Erderwärmung wirkt schlimmer als erwartet

31. Mrz. 2014 von Olof E. Matthaei

Weltklimarat legt neuen Klimabericht vor

Der Klimawandel wirkt sich noch schneller und vermutlich noch gravierender aus, als dies noch vor einigen Jahren gedacht war. Der Sachstandsbericht des Klimarats der Vereinten Nationen IPCC (Intergovernmental Panel on Climate Change) wurde in mehreren Etappen vorgestellt. Am 31. März 2014 wurde der zweite Berichtsteil des fünften IPCC-Sachstandsberichts zu „Folgen, Anpassung, Verwundbarkeit“ verabschiedet. Am 1. April wird er in Berlin vorgestellt.

Auch früher vermutete positive Folgen in einigen Regionen der Erde werden von den Wissenschaftlern nun wieder in Frage gestellt. Die Vermutung dass Wuppertal und Goslar zukünftig subtropisches Klima bekommen, Winter nicht mehr existieren, Bananen an- und Heizungen abgebaut werden, sind wohl eher Wunschträume. Neueste Berechnungen voraussichtlicher Klimaänderungen deuten eher auf eine Zunahme „auffälliger Wetterphänomene“. Die Talsperren im Harz werden also nicht jedes Frühjahr so leer sein, wie im Moment, aber es wird vorkommen. Überschwemmungen, Orkane und weitere extreme Ereignisse werden uns zukünftig begleiten.
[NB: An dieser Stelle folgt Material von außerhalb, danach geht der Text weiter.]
/**
 * The processor's published test tokens, shown as labelled test cards while Padside runs against the local
 * payment fake; no real card number is ever typed into Padside.
 */
export const TEST_CARDS: readonly { token: string; label: string }[] = [
  { token: 'tok_ca', label: 'Test card: Visa issued in Canada, approves' },
  { token: 'tok_visa', label: 'Test card: Visa issued abroad, approves' },
  { token: 'tok_mastercard', label: 'Test card: Mastercard, approves' },
  { token: 'tok_chargeDeclined', label: 'Test card: always declined' },
  { token: 'tok_chargeDeclinedInsufficientFunds', label: 'Test card: declined, insufficient funds' },
  { token: 'tok_chargeCustomerFail', label: 'Test card: saves, then declines later charges' },
];
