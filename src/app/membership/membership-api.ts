import { HttpClient, HttpContext } from '@angular/common/http';
import { Injectable, inject } from '@angular/core';
import { Observable } from 'rxjs';
import type { AutoRenewInput, JoinInput, ProfileEditInput, RenewInput } from '@contracts/membership/membership-schemas';
import { QUIET_ERRORS } from '../core/error-interceptor';

export type MembershipStatus = 'pending' | 'active' | 'lapsing' | 'lapsed';

export interface Plan {
  id: number;
  code: string;
  name: string;
  description: string;
  eligibility: 'any' | 'junior' | 'family';
  duesCents: number;
  joiningFeeCents: number;
}

export interface MembershipPolicy {
  termRule: 'calendar' | 'anniversary';
  lateSeasonFrom: string;
  graceDays: number;
  waiverVersion: string;
  waiverText: string;
  safetyCodeVersion: string;
  associationName: string;
  certificationLevels: { code: string; label: string }[];
}

export interface Quote {
  amountCents: number;
  duesCents: number;
  joiningFeeCents: number;
  termStart: string;
  termEnd: string;
  renewal: boolean;
}

export interface Membership {
  memberNumber: string;
  status: MembershipStatus;
  termStart: string | null;
  termEnd: string | null;
  graceEnds: string | null;
  /** The first day the next term can be paid; before it the member is already paid a term ahead. */
  renewalOpensOn: string | null;
  /** Whether the next term can be paid today (the club's today, so the server says). */
  renewalOpen: boolean;
  planId: number;
  planName: string | null;
  legalName: string;
  associationNumber: string | null;
  associationExpires: string | null;
  certificationLevel: string;
  certificationDate: string | null;
  /** When club staff checked the association card or the certificate; null while the value is the member's own word. */
  associationVerifiedAt: string | null;
  certificationVerifiedAt: string | null;
  waiverCurrent: boolean;
  autoRenew: boolean;
  hasSavedCard: boolean;
  /** The card on file as the processor named it; null when none is, or it was saved before brands were kept. */
  savedCard: SavedCard | null;
  renewalFailed: boolean;
}

/** Brand and last four digits of the card kept with the processor. */
export interface SavedCard {
  brand: string;
  last4: string;
}

export interface MemberCard {
  name: string;
  memberNumber: string;
  planName: string | null;
  status: MembershipStatus;
  termEnd: string | null;
  certificationLevel: string;
  certificationLabel: string;
  associationName: string;
  associationNumber: string | null;
  associationExpires: string | null;
  associationVerified: boolean;
  certificationVerified: boolean;
  token: string;
  qrSvg: string;
}

// Form errors are shown beside the fields, so these calls skip the global snack bar.
const quiet = () => ({ context: new HttpContext().set(QUIET_ERRORS, true) });

/** Club dues: plans, quotes, joining, renewing and the member card. */
@Injectable({ providedIn: 'root' })
export class MembershipApi {
  private readonly http = inject(HttpClient);

  /** The dues plans open to join. */
  plans(): Observable<{ items: Plan[] }> {
    return this.http.get<{ items: Plan[] }>('/api/membership/plans');
  }

  /** The current waiver and safety-code versions a member must accept. */
  policy(): Observable<MembershipPolicy> {
    return this.http.get<MembershipPolicy>('/api/membership/policy');
  }

  /** What joining on a plan costs today (dues, joining fee, insurance). */
  quote(planId: number): Observable<Quote> {
    return this.http.post<Quote>('/api/membership/quote', { planId }, quiet());
  }

  /** The caller's membership; null before they join. */
  me(): Observable<{ membership: Membership | null }> {
    return this.http.get<{ membership: Membership | null }>('/api/membership/me', quiet());
  }

  /** Joins the club and pays the dues; refusals come back for the fields. */
  join(body: JoinInput): Observable<{ membership: Membership }> {
    return this.http.post<{ membership: Membership }>('/api/membership', body, quiet());
  }

  /** Pays the next term's dues, with the card on file or a new token. */
  renew(body: RenewInput): Observable<{ membership: Membership }> {
    return this.http.post<{ membership: Membership }>('/api/membership/renew', body, quiet());
  }

  /** Saves the member's association number and certification. */
  updateProfile(patch: ProfileEditInput): Observable<{ membership: Membership }> {
    return this.http.patch<{ membership: Membership }>('/api/membership/me', patch, quiet());
  }

  /** Switches automatic renewal on (with a card) or off. */
  setAutoRenew(autoRenew: boolean, paymentToken?: string): Observable<{ membership: Membership }> {
    const body: AutoRenewInput = { autoRenew, ...(paymentToken ? { paymentToken } : {}) };
    return this.http.post<{ membership: Membership }>('/api/membership/auto-renew', body, quiet());
  }

  /** The member card with its check-in QR code. */
  card(): Observable<{ card: MemberCard }> {
    return this.http.get<{ card: MemberCard }>('/api/membership/card');
  }
}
IPCC: Klimawandel schon in vollem Gange

Die Arbeitsgruppe II des IPCC zeichnet in ihrem Bericht ein düsteres Bild für die Zukunft: Die Wissenschaftler aus aller Welt haben die Auswirkungen des Klimawandels auf Gesellschaftsgruppen, Unternehmen und Ökosysteme untersucht. Sie stellen fest, dass der Klimawandel ein von Menschenhand geschaffenes Problem ist und dass es sich nicht um ein möglicherweise kommendes Ereignis handelt, sondern dass der Klimawandel bereits stattfindet. Alle Kontinente und Ozeane sind davon betroffen. Das größte Risiko sehen die Wissenschaftler dabei darin, dass viele Länder, Gesellschaften und Unternehmen sich auf den Klimawandel nicht vorbereiten. Da wir Menschen uns erst dann mit einem Problem befassen, wenn wir es selbst spüren, machen wir uns selbst zum Teil des Problems.
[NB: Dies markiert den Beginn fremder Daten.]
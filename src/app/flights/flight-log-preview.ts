/**
 * The browser's first look at a log: the header row and the first rows. The guess at the columns is the server's own
 * (contracts/flights/column-mapping.ts), so the form is prefilled as the server would read the log.
 */

/** The header row and up to `rows` data rows of a CSV text (comma, semicolon or tab separated; `#` comments). */
export function previewRows(text: string, rows = 5): { headers: string[]; rows: string[][] } {
  const lines = text
    .replace(/^\uFEFF/, '')
    .split(/\r\n|\n|\r/)
    .filter((l) => l.trim() !== '' && !l.startsWith('#'));
  if (lines.length === 0) return { headers: [], rows: [] };
  const counts = [',', ';', '\t'].map((d) => [d, lines[0].split(d).length] as const);
  const delimiter = counts.reduce((best, c) => (c[1] > best[1] ? c : best))[0];
  const split = (line: string) => line.split(delimiter).map((cell) => cell.trim().replace(/^"(.*)"$/, '$1'));
  const body = lines.slice(1, rows + 1);
  return { headers: split(lines[0]), rows: body.map(split) };
}

/** The text of a slice of a file (FileReader, which every browser and the test DOM have). */
export function readText(blob: Blob): Promise<string> {
  return new Promise((resolve, reject) => {
    const reader = new FileReader();
    reader.onload = () => resolve(String(reader.result ?? ''));
    reader.onerror = () => reject(reader.error);
    reader.readAsText(blob);
  });
}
Bessere Vorbereitung auf den Klimawandel

Während die Wissenschaftler eindringlich vor den Risiken des Klimawandels warnen und unterschiedliche Szenarien betrachten, fordern sie auch, nicht die Hoffnung zu verlieren. Der Klimawandel berge auch Chancen und sei bereits vielerorts auf der politischen Agenda. Der stellvertretende Vorsitzende der Arbeitsgruppe II, Chris Field, von der Carnegie Institution for Science erklärte, dass Anpassung an den Klimawandel kein exotisches Vorhaben mehr sei. Es müsse nun allerdings viel Arbeit darauf verwendet werden, sich auf die zukünftigen Risiken vorzubereiten. Investitionen in eine bessere Vorbereitung auf den Klimawandel würden sich bereits heute und noch stärker in Zukunft auszahlen, sagt ein weiterer stellvertretender Vorsitzender der Arbeitsgruppe, Vicente Barros, von der Universität Buenos Aires (UBA).

In Deutschland haben wir insbesondere auf der Ebene der Bundesländer eine eher im Verborgenen laufende Vorbereitung auf die klimatischen Veränderungen. Das Land Niedersachsen und das Land Nordrhein-Westfalen haben regionale Szenarien entwickelt und stellen Pläne auf, wie die Folgen zu meistern sein werden. Dabei hat Niedersachsen den Küstenschutz – auch der Nordseespiegel steigt unaufhörlich – sowie den Hochwasserschutz als Schwerpunkte.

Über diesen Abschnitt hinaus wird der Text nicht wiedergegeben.